╭──
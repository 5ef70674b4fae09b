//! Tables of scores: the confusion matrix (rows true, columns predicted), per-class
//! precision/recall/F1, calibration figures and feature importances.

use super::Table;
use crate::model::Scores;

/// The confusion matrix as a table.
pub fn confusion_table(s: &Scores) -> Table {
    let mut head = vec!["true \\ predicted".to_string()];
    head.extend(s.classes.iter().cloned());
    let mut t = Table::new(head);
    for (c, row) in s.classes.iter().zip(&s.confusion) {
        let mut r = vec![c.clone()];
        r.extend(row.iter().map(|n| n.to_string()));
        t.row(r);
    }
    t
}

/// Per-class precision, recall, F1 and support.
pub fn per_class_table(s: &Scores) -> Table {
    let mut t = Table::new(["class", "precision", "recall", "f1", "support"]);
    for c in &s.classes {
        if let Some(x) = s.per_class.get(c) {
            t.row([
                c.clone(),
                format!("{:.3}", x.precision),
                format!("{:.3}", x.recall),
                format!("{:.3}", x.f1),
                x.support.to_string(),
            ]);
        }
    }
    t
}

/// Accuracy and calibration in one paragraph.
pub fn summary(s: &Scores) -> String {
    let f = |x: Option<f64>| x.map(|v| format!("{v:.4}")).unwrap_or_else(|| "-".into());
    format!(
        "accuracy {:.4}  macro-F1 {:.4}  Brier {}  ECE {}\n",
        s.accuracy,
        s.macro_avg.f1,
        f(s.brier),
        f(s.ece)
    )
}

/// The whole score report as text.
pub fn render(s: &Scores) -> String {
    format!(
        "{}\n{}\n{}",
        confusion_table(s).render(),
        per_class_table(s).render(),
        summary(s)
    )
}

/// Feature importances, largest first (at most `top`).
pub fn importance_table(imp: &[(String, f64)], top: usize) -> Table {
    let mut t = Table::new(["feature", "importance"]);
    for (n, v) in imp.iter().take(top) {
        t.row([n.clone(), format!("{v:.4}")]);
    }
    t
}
╰──
╭──
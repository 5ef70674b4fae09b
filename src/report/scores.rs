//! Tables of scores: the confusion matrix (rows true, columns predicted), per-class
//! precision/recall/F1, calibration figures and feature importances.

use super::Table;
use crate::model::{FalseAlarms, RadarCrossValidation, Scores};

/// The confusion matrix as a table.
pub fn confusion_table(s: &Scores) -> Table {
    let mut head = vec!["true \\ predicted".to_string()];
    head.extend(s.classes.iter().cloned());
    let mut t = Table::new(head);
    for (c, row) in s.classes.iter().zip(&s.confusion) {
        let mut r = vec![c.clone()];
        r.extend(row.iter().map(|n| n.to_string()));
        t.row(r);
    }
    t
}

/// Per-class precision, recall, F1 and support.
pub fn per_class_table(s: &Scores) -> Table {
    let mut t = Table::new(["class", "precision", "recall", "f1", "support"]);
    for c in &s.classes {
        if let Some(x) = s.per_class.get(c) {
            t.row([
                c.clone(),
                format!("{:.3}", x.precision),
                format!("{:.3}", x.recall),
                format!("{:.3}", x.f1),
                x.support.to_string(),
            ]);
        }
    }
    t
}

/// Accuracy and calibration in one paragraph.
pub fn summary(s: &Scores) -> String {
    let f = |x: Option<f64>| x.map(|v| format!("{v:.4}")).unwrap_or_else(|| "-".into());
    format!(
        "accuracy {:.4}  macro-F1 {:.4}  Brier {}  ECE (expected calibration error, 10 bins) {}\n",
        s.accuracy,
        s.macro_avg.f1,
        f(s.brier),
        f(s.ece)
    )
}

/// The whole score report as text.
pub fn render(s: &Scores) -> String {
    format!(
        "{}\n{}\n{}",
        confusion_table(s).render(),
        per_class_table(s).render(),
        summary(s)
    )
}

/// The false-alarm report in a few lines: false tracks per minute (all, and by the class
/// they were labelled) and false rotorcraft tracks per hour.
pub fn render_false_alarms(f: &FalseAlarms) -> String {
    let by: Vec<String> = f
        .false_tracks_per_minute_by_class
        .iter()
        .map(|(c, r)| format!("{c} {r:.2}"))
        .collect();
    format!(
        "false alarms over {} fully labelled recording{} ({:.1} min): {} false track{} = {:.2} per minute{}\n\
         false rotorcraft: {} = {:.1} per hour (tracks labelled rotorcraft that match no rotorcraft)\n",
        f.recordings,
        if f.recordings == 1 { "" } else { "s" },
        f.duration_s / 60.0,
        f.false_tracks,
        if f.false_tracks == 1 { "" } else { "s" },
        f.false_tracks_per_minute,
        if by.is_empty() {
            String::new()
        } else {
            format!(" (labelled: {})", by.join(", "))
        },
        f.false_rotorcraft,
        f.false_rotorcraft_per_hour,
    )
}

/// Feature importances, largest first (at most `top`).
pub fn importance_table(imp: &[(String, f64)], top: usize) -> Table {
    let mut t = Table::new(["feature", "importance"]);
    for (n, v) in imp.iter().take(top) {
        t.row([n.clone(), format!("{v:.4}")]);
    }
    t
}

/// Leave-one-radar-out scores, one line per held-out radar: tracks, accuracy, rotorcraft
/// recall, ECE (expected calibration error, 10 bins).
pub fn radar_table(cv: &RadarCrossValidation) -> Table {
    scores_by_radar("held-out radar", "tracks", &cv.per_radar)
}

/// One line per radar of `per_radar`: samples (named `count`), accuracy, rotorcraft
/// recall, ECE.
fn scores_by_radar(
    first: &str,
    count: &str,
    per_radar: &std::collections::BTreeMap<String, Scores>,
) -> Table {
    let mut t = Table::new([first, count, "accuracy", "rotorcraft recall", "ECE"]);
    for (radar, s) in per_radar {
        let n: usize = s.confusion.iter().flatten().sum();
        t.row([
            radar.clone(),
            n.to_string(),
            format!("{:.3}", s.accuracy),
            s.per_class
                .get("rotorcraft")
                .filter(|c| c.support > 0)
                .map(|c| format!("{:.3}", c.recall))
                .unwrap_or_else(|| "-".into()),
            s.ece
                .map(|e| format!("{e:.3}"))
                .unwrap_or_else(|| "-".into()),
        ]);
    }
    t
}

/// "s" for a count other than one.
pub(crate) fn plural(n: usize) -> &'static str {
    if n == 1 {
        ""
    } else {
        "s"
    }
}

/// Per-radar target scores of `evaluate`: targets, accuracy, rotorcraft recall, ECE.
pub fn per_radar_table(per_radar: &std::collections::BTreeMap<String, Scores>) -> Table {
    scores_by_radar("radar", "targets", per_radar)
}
╰──
╭──
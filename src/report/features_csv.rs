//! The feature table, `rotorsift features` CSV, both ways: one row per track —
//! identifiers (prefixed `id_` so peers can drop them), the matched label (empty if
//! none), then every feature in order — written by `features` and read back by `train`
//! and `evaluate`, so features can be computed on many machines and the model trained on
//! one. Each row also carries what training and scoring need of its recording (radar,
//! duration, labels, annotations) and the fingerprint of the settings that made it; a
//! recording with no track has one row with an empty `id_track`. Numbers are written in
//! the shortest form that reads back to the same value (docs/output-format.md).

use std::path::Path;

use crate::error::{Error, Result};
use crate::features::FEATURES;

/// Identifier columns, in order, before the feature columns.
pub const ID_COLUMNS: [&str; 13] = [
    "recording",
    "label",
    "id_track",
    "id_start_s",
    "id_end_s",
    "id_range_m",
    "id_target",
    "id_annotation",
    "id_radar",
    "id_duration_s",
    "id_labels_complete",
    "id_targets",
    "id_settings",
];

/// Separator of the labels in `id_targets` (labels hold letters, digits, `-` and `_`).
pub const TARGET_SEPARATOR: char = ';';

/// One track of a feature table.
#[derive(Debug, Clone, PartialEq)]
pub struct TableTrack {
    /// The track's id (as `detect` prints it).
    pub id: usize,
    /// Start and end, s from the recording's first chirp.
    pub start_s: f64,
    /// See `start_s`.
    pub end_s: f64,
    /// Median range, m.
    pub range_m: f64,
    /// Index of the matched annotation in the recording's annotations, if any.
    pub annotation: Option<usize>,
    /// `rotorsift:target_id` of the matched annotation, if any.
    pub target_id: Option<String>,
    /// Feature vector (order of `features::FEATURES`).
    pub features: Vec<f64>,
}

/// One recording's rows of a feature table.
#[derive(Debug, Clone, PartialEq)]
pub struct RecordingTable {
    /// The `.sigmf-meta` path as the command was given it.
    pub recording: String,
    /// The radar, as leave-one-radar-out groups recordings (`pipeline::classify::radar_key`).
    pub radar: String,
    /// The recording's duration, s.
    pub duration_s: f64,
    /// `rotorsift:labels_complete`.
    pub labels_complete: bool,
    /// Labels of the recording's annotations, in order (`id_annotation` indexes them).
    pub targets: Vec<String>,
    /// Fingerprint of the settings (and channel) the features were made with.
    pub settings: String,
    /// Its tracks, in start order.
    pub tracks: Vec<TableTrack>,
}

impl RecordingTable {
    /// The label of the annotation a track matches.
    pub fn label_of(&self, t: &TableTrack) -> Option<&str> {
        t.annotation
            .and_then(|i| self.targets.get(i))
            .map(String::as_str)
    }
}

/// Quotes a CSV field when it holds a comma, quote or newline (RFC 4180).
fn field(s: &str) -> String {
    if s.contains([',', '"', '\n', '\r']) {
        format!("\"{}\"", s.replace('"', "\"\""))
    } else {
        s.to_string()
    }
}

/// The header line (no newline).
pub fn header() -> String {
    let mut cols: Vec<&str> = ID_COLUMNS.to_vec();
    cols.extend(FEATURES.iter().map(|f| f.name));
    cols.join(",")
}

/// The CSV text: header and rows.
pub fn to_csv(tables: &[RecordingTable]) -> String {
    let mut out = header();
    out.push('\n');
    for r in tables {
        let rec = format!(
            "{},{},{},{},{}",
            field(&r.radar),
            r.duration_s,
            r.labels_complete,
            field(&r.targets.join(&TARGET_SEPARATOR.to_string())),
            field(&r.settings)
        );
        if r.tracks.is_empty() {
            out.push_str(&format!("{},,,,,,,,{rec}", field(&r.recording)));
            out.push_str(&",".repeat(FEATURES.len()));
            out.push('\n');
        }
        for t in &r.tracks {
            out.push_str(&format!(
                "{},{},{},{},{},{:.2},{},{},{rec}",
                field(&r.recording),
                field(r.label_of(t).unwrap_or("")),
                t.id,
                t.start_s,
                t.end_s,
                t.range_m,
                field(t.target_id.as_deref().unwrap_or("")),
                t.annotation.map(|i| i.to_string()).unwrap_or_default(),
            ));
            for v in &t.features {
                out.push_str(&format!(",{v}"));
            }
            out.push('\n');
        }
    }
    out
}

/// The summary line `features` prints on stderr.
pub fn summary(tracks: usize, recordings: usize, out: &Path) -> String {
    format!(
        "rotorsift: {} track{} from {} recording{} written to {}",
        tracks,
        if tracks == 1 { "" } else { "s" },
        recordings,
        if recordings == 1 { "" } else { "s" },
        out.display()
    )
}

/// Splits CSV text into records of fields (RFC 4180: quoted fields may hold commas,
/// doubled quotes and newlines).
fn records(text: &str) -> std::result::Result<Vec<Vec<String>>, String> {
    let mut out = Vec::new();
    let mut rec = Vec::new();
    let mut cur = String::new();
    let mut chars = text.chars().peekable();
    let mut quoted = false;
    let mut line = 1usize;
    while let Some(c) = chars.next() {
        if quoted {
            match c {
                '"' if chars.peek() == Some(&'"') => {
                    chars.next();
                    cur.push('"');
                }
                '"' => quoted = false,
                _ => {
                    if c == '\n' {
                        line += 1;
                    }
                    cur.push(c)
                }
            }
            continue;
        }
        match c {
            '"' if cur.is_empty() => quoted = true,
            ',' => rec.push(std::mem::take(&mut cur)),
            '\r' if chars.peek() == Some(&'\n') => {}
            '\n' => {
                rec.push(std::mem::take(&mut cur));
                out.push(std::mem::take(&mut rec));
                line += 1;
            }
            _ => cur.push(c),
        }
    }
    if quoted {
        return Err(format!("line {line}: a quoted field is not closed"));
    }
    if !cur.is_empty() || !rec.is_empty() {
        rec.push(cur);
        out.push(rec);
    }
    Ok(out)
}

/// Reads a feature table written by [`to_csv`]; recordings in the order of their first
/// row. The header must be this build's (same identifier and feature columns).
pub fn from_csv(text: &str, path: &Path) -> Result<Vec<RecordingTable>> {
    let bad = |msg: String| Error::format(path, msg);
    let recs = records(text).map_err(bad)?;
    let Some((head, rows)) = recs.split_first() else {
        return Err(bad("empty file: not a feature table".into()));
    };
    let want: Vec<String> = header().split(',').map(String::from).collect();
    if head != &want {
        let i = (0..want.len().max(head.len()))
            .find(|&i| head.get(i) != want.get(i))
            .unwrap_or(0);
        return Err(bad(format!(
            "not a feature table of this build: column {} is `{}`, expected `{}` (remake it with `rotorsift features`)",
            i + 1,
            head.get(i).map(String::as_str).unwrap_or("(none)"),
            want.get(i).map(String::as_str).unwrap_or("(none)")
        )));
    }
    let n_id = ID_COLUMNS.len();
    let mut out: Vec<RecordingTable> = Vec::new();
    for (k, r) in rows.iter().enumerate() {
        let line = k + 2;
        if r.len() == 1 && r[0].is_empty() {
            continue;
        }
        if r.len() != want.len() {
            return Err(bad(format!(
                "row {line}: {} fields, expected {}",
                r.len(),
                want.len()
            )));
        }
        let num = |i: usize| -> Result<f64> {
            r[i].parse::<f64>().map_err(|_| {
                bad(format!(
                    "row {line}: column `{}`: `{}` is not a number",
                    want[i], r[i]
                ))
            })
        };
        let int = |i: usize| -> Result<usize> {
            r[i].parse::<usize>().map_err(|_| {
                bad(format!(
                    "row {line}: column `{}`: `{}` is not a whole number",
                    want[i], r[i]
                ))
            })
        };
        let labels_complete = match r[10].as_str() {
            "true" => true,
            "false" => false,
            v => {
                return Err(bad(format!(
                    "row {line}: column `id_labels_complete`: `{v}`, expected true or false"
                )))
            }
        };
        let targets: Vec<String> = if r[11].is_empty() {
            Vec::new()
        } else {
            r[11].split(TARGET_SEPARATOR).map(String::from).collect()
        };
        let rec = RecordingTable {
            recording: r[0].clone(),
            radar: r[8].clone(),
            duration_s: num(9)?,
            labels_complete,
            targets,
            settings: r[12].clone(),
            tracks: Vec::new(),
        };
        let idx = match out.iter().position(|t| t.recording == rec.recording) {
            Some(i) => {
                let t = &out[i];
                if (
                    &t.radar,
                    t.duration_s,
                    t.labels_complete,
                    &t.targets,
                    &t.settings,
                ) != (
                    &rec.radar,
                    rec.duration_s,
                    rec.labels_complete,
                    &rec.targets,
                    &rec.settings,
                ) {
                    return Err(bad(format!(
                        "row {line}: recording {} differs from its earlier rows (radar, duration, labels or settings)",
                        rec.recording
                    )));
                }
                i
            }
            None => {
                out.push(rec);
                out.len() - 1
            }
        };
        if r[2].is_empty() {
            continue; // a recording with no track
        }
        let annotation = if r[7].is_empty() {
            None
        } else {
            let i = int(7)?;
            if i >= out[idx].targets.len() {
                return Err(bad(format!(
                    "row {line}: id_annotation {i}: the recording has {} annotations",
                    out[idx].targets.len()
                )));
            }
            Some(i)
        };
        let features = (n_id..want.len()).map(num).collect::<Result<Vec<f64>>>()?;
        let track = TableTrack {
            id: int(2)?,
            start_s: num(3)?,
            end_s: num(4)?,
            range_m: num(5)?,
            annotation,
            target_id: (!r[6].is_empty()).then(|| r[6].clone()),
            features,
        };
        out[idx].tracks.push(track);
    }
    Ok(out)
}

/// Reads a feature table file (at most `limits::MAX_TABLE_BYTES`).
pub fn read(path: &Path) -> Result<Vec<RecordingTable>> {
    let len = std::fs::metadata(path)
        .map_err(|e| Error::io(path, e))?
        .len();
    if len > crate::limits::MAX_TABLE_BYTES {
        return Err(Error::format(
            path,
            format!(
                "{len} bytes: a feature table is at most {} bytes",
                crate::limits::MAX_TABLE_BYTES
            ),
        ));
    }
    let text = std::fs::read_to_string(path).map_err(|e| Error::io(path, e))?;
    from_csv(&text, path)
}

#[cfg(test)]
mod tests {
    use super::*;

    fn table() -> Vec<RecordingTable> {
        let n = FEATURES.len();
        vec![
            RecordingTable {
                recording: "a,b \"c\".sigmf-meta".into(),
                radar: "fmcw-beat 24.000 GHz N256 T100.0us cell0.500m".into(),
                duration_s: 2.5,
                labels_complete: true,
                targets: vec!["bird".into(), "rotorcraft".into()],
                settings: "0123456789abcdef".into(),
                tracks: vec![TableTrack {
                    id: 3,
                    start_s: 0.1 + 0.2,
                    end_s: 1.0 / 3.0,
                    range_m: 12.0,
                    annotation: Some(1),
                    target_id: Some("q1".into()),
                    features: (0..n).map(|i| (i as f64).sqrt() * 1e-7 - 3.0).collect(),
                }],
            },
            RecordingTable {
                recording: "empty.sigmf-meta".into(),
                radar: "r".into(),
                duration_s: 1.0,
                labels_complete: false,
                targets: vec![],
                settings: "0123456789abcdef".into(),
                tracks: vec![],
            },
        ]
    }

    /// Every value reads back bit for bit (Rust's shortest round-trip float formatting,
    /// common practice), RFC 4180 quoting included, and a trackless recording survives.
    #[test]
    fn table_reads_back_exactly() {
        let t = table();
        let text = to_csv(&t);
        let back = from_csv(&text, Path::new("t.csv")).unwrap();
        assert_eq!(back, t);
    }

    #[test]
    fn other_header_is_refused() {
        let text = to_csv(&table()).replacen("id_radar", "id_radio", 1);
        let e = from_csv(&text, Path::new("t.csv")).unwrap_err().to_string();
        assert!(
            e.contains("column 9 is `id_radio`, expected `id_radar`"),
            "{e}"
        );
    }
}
╰──
EXERCISE AIM:
Throughout the data above, copy all lines where the word "that" is found.

ANSWER FOR THE TASK:
         false rotorcraft: {} = {:.1} per hour (tracks labelled rotorcraft that match no rotorcraft)\n",
//! duration, labels, annotations) and the fingerprint of the settings that made it; a
//! the shortest form that reads back to the same value (docs/output-format.md).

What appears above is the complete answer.